According to the analysis of related databases, 251570-03-3, the application of this compound in the production field has become more and more popular.

Synthetic Route of 251570-03-3, In the chemical reaction process, reaction time, type of solvent, can easily affect the result of the reaction, thereby determining the yield and properties of the reaction product.
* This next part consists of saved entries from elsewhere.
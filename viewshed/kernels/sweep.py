"""The sweep: the exact horizon of one wedge of directions, line by line outward.

Everything here is in the frame of one octant around the observer: ``u`` grows along the main axis
(columns or rows), ``v`` along the other, and a sight line is ``v = t * u`` with t in [0, 1]. Posts
stand on lines j = 0, 1, 2 ... of constant main index (line 0 is at or just behind the observer)
and have the minor index i (i = 0 at or just below the observer). A post seen from the observer is
the point (t, g) = (v / u, f / u), f being its flat height. In that plane an edge between two posts
is a straight segment, because edge and observer span a plane f = A u + B v.

The horizon of all lines passed is kept in three parts:

* `env`: the upper envelope of the edges, an exact polyline: piece n runs from env[0, n] to
  env[0, n + 1] on the line A + B t with A = env[1, n], B = env[2, n].
* `arcs`: cells whose bilinear surface may rise above that polyline between its edges. Over the
  directions between two of its corners, the greatest g along the section of a cell is a convex
  function of t, so the chord bounds it from above; a cell is kept only where its chord is above
  the polyline and is evaluated exactly at the targets it may decide.
* `gaps`: disjoint open intervals of t whose sight lines have met something unknown.

All three are merged line by line, so a target costs the same wherever it stands.
"""

import numpy as np

from viewshed._jit import inline, kernel

BIG = 1e300

# Fields of the parameter vectors (module constants are frozen into the compiled code).
# ints
MAIN_IS_ROW, SIGN_MAIN, SIGN_MINOR, BASE_MAIN, BASE_MINOR, LAST_LINE = 0, 1, 2, 3, 4, 5
DEGREE, OWN_KNOWN, WANT_CLEARANCE, OWN_DIAGONAL, OWN_AXIS, HAS_BEARINGS, WIDE_BEARINGS = (
    6, 7, 8, 9, 10, 11, 12,
)  # fmt: skip
MARGIN = 13
N_INTS = 14
# floats
X0, Y0, SCALE, INV_R, Z_EYE, TARGET, RANGE2 = 0, 1, 2, 3, 4, 5, 6
D20, D11, D02, G20, G11, G02, EPS = 7, 8, 9, 10, 11, 12, 13
B_FROM_U, B_FROM_V, B_TO_U, B_TO_V = 14, 15, 16, 17
N_FLOATS = 18
# the observer's own cell: corner values [line, row] and their differences at the observer
O_U, O_V, O_F = 0, 4, 8
O_F0, O_FA, O_FB, O_FAB = 12, 13, 14, 15
O_UA, O_UB, O_UAB, O_VA, O_VB, O_VAB = 16, 17, 18, 19, 20, 21
O_X1, O_Y0, O_Y1 = 22, 23, 24
N_OWN = 25
# results of a sweep
DONE, FULL = 0, 1


@inline
def section_peak(u1, f1, u2, f2, kappa):
    """Greatest f/u strictly inside a section where f rises kappa*s*(1-s) above its chord."""
    du = u2 - u1
    if kappa <= 0.0 or du <= 0.0:
        return -BIG
    if u1 <= 0.0:  # the section starts at the eye
        if f1 >= 0.0:
            return (f2 - f1 + kappa) / du
    elif (f2 - f1 + kappa) * u1 <= f1 * du:
        return -BIG
    if (f2 - f1 - kappa) * u2 >= f2 * du:
        return -BIG
    turn = (u1 * f2 - u2 * f1) / kappa
    square = u1 * u2 + du * turn
    if square <= 0.0:
        return -BIG
    top = np.sqrt(square)
    s = (u1 + turn) / (top + u1)
    return (f1 + s * (f2 - f1) + kappa * s * (1.0 - s)) / top
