package fourthwire.store;

import static org.assertj.core.api.Assertions.assertThat;

import java.nio.charset.StandardCharsets;
import java.util.Arrays;
import java.util.Random;
import org.junit.jupiter.api.Test;
import org.junit.jupiter.params.ParameterizedTest;
import org.junit.jupiter.params.provider.ValueSource;

/** A part of a file comes back byte for byte, whatever stands in it. */
class FilePartTest {
  @ParameterizedTest(name = "seed {0}")
  @ValueSource(longs = {1, 2, 3, 4, 5, 6, 7, 8})
  void anyBytesComeBack(long seed) {
    Random random = new Random(seed);
    for (int kinds = 1; kinds <= 256; kinds += random.nextInt(6) + 1) {
      byte[] part = new byte[random.nextInt(3000)];
      for (int k = 0; k < part.length; k++) {
        part[k] = (byte) (random.nextInt(20) == 0 ? random.nextInt() : random.nextInt(kinds) - 7);
      }
      byte[] packed = FilePart.pack(part);
      byte[] into = new byte[part.length + 1];
      assertThat(FilePart.unpack(packed, into)).isEqualTo(part.length);
      assertThat(Arrays.copyOf(into, part.length)).as("%d kinds of bytes", kinds).isEqualTo(part);
      assertThat(packed.length).isLessThanOrEqualTo(part.length + 1);
    }
  }

  @Test
  void figuresTakeHalfTheirSpace() {
    Random random = new Random(9);
    StringBuilder text = new StringBuilder();
    for (int k = 0; k < 20_000; k++) {
      text.append(random.nextInt(1000)).append('.').append(random.nextInt(1000));
      text.append(k % 8 == 0 ? '\n' : ',');
    }
    byte[] part = text.toString().getBytes(StandardCharsets.US_ASCII);
    assertThat(FilePart.pack(part).length).isLessThan(part.length * 51 / 100);
  }
}
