package fourthwire.store;

import static org.assertj.core.api.Assertions.assertThat;

import fourthwire.intake.survey.ZipSurveyCodec;
import fourthwire.metering.LogResult;
import fourthwire.metering.Reading;
import fourthwire.metering.ReadingMapping;
import fourthwire.metering.ReadingRepository;
import fourthwire.metering.ReadingRepository.MeterRef;
import fourthwire.metering.reduce.LogSpan;
import fourthwire.metering.series.LogSeries;
import fourthwire.testsupport.Databases;
import fourthwire.testsupport.SmallLog;
import fourthwire.testsupport.SmallSite;
import java.util.ArrayList;
import java.util.List;
import java.util.Map;
import java.util.Optional;
import java.util.OptionalDouble;
import org.junit.jupiter.params.ParameterizedTest;
import org.junit.jupiter.params.provider.EnumSource;

/** The rows of a stored log come back, chunk by chunk, on both databases. */
class StoredChunksTest {
  @ParameterizedTest
  @EnumSource
  void theRowsComeBackQuantityByQuantity(Databases kind) {
    Store store = new Store(kind.migrated());
    long site = store.sites(new ZipSurveyCodec()).create(SmallSite.survey("Works"), List.of());
    Reading log = SmallLog.reading();
    LogSeries series =
        log.log().flatMap(LogResult::detail).map(LogResult.Detail::series).orElseThrow();
    long reading =
        store
            .readings()
            .add(
                new ReadingRepository.Addition(
                    site,
                    new MeterRef("M1", "LP-1"),
                    List.of(),
                    "made",
                    new ReadingMapping(
                        Optional.empty(),
                        ReadingMapping.Time.FROM_FILE,
                        OptionalDouble.empty(),
                        Map.of()),
                    Optional.empty(),
                    log));

    LogSpan.Source stored = store.series().chunks(reading);

    assertThat(stored.times()).hasSize(series.chunks());
    assertThat(stored.times().get(0)).isEqualTo(series.startMillis(0));
    List<double[]> neutral = new ArrayList<>();
    stored.values("N.rms_a", 0, series.chunks() - 1, (chunk, values) -> neutral.add(values));
    assertThat(neutral).hasSize(series.chunks());
    assertThat(neutral.get(0)).isEqualTo(series.values(0, series.indexOf("N.rms_a")));
    stored.values(
        "L2.rms_v", 0, 9, (chunk, values) -> assertThat(values).as("not logged").isNull());
    stored.values("N.rms_a", 1, 9, (chunk, values) -> assertThat(chunk).isPositive());
  }
}
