"""Load the invented evidence base: ``manage.py load_demo``. Safe to run again, also after it was cut off.

The people of the scenario sign in with the password in STEELYARD_DEMO_PASSWORD, or with one that is made up and
printed. The first of them, a steward, signs in as STEELYARD_DEMO_EMAIL (else demo@steelyard.example).
"""

import json
import secrets
import time
from typing import Any

from django.conf import settings
from django.core.management.base import BaseCommand, CommandError

from analysis.replay import Ending, replay
from evidence.errors import EvidenceError
from evidence.models import Person
from evidence.operations.people import create_person

HISTORY = settings.BASE_DIR / "fixtures" / "scenario" / "history.json"
DOMAIN = "steelyard.example"


class Command(BaseCommand):
    help = "Load the invented evidence base; running it again changes nothing."

    def handle(self, *args: Any, **options: Any) -> None:
        history = json.loads(HISTORY.read_text(encoding="utf-8"))
        began = time.monotonic()
        try:
            people = self._people(history["people"])
            done = replay(history["events"], people)
        except EvidenceError as error:
            raise CommandError(str(error)) from error
        name = history["events"][0]["name"]
        self.stdout.write(f"{name} {done.ending.value}.")
        if done.done:
            self.stdout.write(f"{done.done} changes replayed in {time.monotonic() - began:.1f} s.")
        if done.ending is Ending.OTHER_HISTORY:
            self.stdout.write("To load this one, start on an empty database (`make clean-demo` empties the demo's).")

    def _people(self, wanted: list[dict[str, str]]) -> dict[str, Person]:
        """The people of the scenario by their keys, created where they are not here yet."""
        given = settings.DEMO_PASSWORD
        password = given or secrets.token_urlsafe(12)
        people: dict[str, Person] = {}
        created = []
        for place, person in enumerate(wanted):
            first = settings.DEMO_EMAIL
            email = (first if place == 0 else f"{person['key']}@{DOMAIN}").strip().lower()
            found = Person.objects.filter(email=email).first()
            if found is None:
                found = create_person(
                    email=email, name=person["name"], password=password, may_create_evidence_bases=place == 0
                )
                created.append(email)
            people[person["key"]] = found
        if created:
            self.stdout.write(f"Can sign in: {', '.join(created)}")
            if not given:
                self.stdout.write(f"with the password {password}")
        return people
An updated downstream synthesis route of 251570-03-3 as follows.

2 -(4-Chloro-3-fluorophenyl)-2-methylpropanenitrileA solution of 4-chloro-3-fluorophenylacetonitrile (1.70 g, 10.0 mmol) in DMF (5 mL) was added dropwise to Sodium hydride (1.00 g, 41.7 mmol) and iodomethane (1.87 mL, 30.0 mmol) in DMF (10 mL) at O0C under a blanket of argon. The resulting slurry was stirred and allowed to warm to ambient temperature for 2 hours. The mixture was concentrated and diluted with ethyl acetate and water and the organic layer washed with further water and the organic layer washed with saturated brine, dried over MgSO4, filtered and evaporated. The crude product was purified by flash silica chromatography, elution gradient 0 to 5% EtOAc in isohexane. Pure fractions were evaporated to dryness to afford 2-(4-chloro-3-(trifluoromethoxy)phenyl)-2-methylpropanenitrile as a yellow oil which solidified on standing.MS (+ve ESI) : Rt = 2.51 min, no mass ion (M+H)+ 1U NMR (400.132 MHz, CDC13) delta 1.71 (6H, s), 7.20 – 7.28 (3H, m), 7.42 (IH, t)

According to the analysis of related databases, 251570-03-3, the application of this compound in the production field has become more and more popular.